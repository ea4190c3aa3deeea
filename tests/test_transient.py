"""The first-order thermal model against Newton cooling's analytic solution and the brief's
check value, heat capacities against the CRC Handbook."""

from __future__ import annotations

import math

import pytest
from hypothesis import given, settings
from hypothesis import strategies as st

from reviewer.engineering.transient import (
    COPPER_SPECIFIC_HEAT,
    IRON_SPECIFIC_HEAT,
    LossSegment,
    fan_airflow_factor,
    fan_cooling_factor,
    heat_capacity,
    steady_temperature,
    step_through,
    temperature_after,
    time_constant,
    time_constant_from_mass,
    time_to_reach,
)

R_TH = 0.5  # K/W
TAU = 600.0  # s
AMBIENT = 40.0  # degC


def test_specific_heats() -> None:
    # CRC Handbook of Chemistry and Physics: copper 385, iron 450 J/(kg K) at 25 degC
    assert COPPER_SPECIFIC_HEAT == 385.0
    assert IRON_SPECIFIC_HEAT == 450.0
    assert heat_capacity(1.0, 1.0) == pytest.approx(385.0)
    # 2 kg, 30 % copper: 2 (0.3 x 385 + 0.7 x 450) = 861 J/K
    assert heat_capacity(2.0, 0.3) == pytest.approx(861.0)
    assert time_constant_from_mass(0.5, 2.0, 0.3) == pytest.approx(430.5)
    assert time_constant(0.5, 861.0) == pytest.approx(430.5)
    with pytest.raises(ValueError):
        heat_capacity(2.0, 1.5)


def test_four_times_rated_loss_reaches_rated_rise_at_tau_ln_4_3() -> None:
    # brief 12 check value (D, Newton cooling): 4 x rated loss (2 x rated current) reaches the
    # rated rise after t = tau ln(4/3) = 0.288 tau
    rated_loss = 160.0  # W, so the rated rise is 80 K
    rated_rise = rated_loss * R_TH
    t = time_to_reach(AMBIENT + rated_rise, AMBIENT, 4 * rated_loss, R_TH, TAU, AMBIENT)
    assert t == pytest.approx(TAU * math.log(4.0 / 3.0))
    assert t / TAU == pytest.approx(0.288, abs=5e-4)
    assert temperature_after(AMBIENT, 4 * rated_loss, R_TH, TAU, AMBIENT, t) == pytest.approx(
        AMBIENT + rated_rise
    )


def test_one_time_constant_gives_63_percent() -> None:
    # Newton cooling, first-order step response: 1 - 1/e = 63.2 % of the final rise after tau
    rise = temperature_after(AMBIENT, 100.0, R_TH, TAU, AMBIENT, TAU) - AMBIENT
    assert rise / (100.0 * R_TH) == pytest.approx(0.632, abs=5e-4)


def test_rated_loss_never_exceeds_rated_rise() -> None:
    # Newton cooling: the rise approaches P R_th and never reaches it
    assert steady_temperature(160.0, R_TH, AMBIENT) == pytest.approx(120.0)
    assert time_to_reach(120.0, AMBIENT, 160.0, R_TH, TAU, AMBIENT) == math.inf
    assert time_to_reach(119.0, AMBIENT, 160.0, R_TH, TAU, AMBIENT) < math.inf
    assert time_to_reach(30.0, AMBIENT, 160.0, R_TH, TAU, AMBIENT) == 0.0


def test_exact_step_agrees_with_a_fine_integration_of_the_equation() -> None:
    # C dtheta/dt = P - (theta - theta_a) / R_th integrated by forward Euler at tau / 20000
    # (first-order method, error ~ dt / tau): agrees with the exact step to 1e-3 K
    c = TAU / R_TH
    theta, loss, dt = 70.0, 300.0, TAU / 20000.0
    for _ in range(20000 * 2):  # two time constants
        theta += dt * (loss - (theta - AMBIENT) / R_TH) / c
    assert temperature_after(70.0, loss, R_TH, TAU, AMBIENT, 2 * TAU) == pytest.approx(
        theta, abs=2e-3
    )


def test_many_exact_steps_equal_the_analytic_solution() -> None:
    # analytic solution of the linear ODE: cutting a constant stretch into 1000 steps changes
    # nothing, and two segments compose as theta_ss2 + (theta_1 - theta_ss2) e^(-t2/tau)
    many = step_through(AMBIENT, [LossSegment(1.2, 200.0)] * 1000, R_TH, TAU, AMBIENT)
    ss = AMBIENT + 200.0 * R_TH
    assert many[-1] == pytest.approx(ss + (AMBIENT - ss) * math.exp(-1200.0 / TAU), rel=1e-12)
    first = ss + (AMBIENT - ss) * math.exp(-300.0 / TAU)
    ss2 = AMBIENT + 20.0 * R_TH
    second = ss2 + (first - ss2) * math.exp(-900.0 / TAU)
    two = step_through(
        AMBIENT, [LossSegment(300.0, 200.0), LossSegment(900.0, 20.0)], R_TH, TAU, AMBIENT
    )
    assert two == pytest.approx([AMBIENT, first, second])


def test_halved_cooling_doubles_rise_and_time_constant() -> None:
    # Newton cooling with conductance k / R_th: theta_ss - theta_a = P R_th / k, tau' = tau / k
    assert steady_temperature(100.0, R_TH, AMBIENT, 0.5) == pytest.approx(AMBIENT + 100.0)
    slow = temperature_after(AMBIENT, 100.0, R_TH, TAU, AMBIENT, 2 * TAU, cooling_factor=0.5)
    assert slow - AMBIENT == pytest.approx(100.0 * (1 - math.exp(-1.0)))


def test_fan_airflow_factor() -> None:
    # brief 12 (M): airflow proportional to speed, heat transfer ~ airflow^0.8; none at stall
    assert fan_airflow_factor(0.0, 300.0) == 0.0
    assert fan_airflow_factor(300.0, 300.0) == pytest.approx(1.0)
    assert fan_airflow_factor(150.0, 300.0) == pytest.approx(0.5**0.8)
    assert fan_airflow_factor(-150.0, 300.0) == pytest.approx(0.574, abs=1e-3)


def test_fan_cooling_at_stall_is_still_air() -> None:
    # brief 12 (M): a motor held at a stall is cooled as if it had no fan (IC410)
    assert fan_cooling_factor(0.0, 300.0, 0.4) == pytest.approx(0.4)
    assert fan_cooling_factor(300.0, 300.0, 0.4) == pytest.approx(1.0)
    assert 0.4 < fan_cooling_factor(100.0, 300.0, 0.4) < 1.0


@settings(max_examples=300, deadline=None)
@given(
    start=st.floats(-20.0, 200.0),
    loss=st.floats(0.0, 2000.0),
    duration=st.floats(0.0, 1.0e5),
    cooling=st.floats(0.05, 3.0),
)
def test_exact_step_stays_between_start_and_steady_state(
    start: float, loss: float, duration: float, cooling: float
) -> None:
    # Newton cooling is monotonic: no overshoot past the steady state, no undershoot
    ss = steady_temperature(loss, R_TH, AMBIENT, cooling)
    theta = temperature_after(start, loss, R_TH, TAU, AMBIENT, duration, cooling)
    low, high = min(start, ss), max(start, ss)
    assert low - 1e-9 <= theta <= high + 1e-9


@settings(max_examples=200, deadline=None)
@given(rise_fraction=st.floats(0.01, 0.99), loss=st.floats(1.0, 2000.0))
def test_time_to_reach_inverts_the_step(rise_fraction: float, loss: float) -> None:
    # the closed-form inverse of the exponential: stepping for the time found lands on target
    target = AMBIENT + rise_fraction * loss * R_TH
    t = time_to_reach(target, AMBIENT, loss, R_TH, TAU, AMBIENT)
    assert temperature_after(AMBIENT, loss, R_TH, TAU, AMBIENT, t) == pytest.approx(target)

----

[What the task requires] Each entry, from start to finish, must be restated exactly.

[Your solution]
repository ea4190c3aa3deeea
filename tests/test_transient.py
"""The first-order thermal model against Newton cooling's analytic solution and the brief's
check value, heat capacities against the CRC Handbook."""

from __future__ import annotations

import math

import pytest
from hypothesis import given, settings
from hypothesis import strategies as st

from reviewer.engineering.transient import (
    COPPER_SPECIFIC_HEAT,
    IRON_SPECIFIC_HEAT,
    LossSegment,
    fan_airflow_factor,
    fan_cooling_factor,
    heat_capacity,
    steady_temperature,
    step_through,
    temperature_after,
    time_constant,
    time_constant_from_mass,
    time_to_reach,
)

R_TH = 0.5  # K/W
TAU = 600.0  # s
AMBIENT = 40.0  # degC


def test_specific_heats() -> None:
    # CRC Handbook of Chemistry and Physics: copper 385, iron 450 J/(kg K) at 25 degC
    assert COPPER_SPECIFIC_HEAT == 385.0
    assert IRON_SPECIFIC_HEAT == 450.0
    assert heat_capacity(1.0, 1.0) == pytest.approx(385.0)
    # 2 kg, 30 % copper: 2 (0.3 x 385 + 0.7 x 450) = 861 J/K
    assert heat_capacity(2.0, 0.3) == pytest.approx(861.0)
    assert time_constant_from_mass(0.5, 2.0, 0.3) == pytest.approx(430.5)
    assert time_constant(0.5, 861.0) == pytest.approx(430.5)
    with pytest.raises(ValueError):
        heat_capacity(2.0, 1.5)


def test_four_times_rated_loss_reaches_rated_rise_at_tau_ln_4_3() -> None:
    # brief 12 check value (D, Newton cooling): 4 x rated loss (2 x rated current) reaches the
    # rated rise after t = tau ln(4/3) = 0.288 tau
    rated_loss = 160.0  # W, so the rated rise is 80 K
    rated_rise = rated_loss * R_TH
    t = time_to_reach(AMBIENT + rated_rise, AMBIENT, 4 * rated_loss, R_TH, TAU, AMBIENT)
    assert t == pytest.approx(TAU * math.log(4.0 / 3.0))
    assert t / TAU == pytest.approx(0.288, abs=5e-4)
    assert temperature_after(AMBIENT, 4 * rated_loss, R_TH, TAU, AMBIENT, t) == pytest.approx(
        AMBIENT + rated_rise
    )


def test_one_time_constant_gives_63_percent() -> None:
    # Newton cooling, first-order step response: 1 - 1/e = 63.2 % of the final rise after tau
    rise = temperature_after(AMBIENT, 100.0, R_TH, TAU, AMBIENT, TAU) - AMBIENT
    assert rise / (100.0 * R_TH) == pytest.approx(0.632, abs=5e-4)


def test_rated_loss_never_exceeds_rated_rise() -> None:
    # Newton cooling: the rise approaches P R_th and never reaches it
    assert steady_temperature(160.0, R_TH, AMBIENT) == pytest.approx(120.0)
    assert time_to_reach(120.0, AMBIENT, 160.0, R_TH, TAU, AMBIENT) == math.inf
    assert time_to_reach(119.0, AMBIENT, 160.0, R_TH, TAU, AMBIENT) < math.inf
    assert time_to_reach(30.0, AMBIENT, 160.0, R_TH, TAU, AMBIENT) == 0.0


def test_exact_step_agrees_with_a_fine_integration_of_the_equation() -> None:
    # C dtheta/dt = P - (theta - theta_a) / R_th integrated by forward Euler at tau / 20000
    # (first-order method, error ~ dt / tau): agrees with the exact step to 1e-3 K
    c = TAU / R_TH
    theta, loss, dt = 70.0, 300.0, TAU / 20000.0
    for _ in range(20000 * 2):  # two time constants
        theta += dt * (loss - (theta - AMBIENT) / R_TH) / c
    assert temperature_after(70.0, loss, R_TH, TAU, AMBIENT, 2 * TAU) == pytest.approx(
        theta, abs=2e-3
    )


def test_many_exact_steps_equal_the_analytic_solution() -> None:
    # analytic solution of the linear ODE: cutting a constant stretch into 1000 steps changes
    # nothing, and two segments compose as theta_ss2 + (theta_1 - theta_ss2) e^(-t2/tau)
    many = step_through(AMBIENT, [LossSegment(1.2, 200.0)] * 1000, R_TH, TAU, AMBIENT)
    ss = AMBIENT + 200.0 * R_TH
    assert many[-1] == pytest.approx(ss + (AMBIENT - ss) * math.exp(-1200.0 / TAU), rel=1e-12)
    first = ss + (AMBIENT - ss) * math.exp(-300.0 / TAU)
    ss2 = AMBIENT + 20.0 * R_TH
    second = ss2 + (first - ss2) * math.exp(-900.0 / TAU)
    two = step_through(
        AMBIENT, [LossSegment(300.0, 200.0), LossSegment(900.0, 20.0)], R_TH, TAU, AMBIENT
    )
    assert two == pytest.approx([AMBIENT, first, second])


def test_halved_cooling_doubles_rise_and_time_constant() -> None:
    # Newton cooling with conductance k / R_th: theta_ss - theta_a = P R_th / k, tau' = tau / k
    assert steady_temperature(100.0, R_TH, AMBIENT, 0.5) == pytest.approx(AMBIENT + 100.0)
    slow = temperature_after(AMBIENT, 100.0, R_TH, TAU, AMBIENT, 2 * TAU, cooling_factor=0.5)
    assert slow - AMBIENT == pytest.approx(100.0 * (1 - math.exp(-1.0)))


def test_fan_airflow_factor() -> None:
    # brief 12 (M): airflow proportional to speed, heat transfer ~ airflow^0.8; none at stall
    assert fan_airflow_factor(0.0, 300.0) == 0.0
    assert fan_airflow_factor(300.0, 300.0) == pytest.approx(1.0)
    assert fan_airflow_factor(150.0, 300.0) == pytest.approx(0.5**0.8)
    assert fan_airflow_factor(-150.0, 300.0) == pytest.approx(0.574, abs=1e-3)


def test_fan_cooling_at_stall_is_still_air() -> None:
    # brief 12 (M): a motor held at a stall is cooled as if it had no fan (IC410)
    assert fan_cooling_factor(0.0, 300.0, 0.4) == pytest.approx(0.4)
    assert fan_cooling_factor(300.0, 300.0, 0.4) == pytest.approx(1.0)
    assert 0.4 < fan_cooling_factor(100.0, 300.0, 0.4) < 1.0


@settings(max_examples=300, deadline=None)
@given(
    start=st.floats(-20.0, 200.0),
    loss=st.floats(0.0, 2000.0),
    duration=st.floats(0.0, 1.0e5),
    cooling=st.floats(0.05, 3.0),
)
def test_exact_step_stays_between_start_and_steady_state(
    start: float, loss: float, duration: float, cooling: float
) -> None:
    # Newton cooling is monotonic: no overshoot past the steady state, no undershoot
    ss = steady_temperature(loss, R_TH, AMBIENT, cooling)
    theta = temperature_after(start, loss, R_TH, TAU, AMBIENT, duration, cooling)
    low, high = min(start, ss), max(start, ss)
    assert low - 1e-9 <= theta <= high + 1e-9


@settings(max_examples=200, deadline=None)
@given(rise_fraction=st.floats(0.01, 0.99), loss=st.floats(1.0, 2000.0))
def test_time_to_reach_inverts_the_step(rise_fraction: float, loss: float) -> None:
    # the closed-form inverse of the exponential: stepping for the time found lands on target
    target = AMBIENT + rise_fraction * loss * R_TH
    t = time_to_reach(target, AMBIENT, loss, R_TH, TAU, AMBIENT)
    assert temperature_after(AMBIENT, loss, R_TH, TAU, AMBIENT, t) == pytest.approx(target)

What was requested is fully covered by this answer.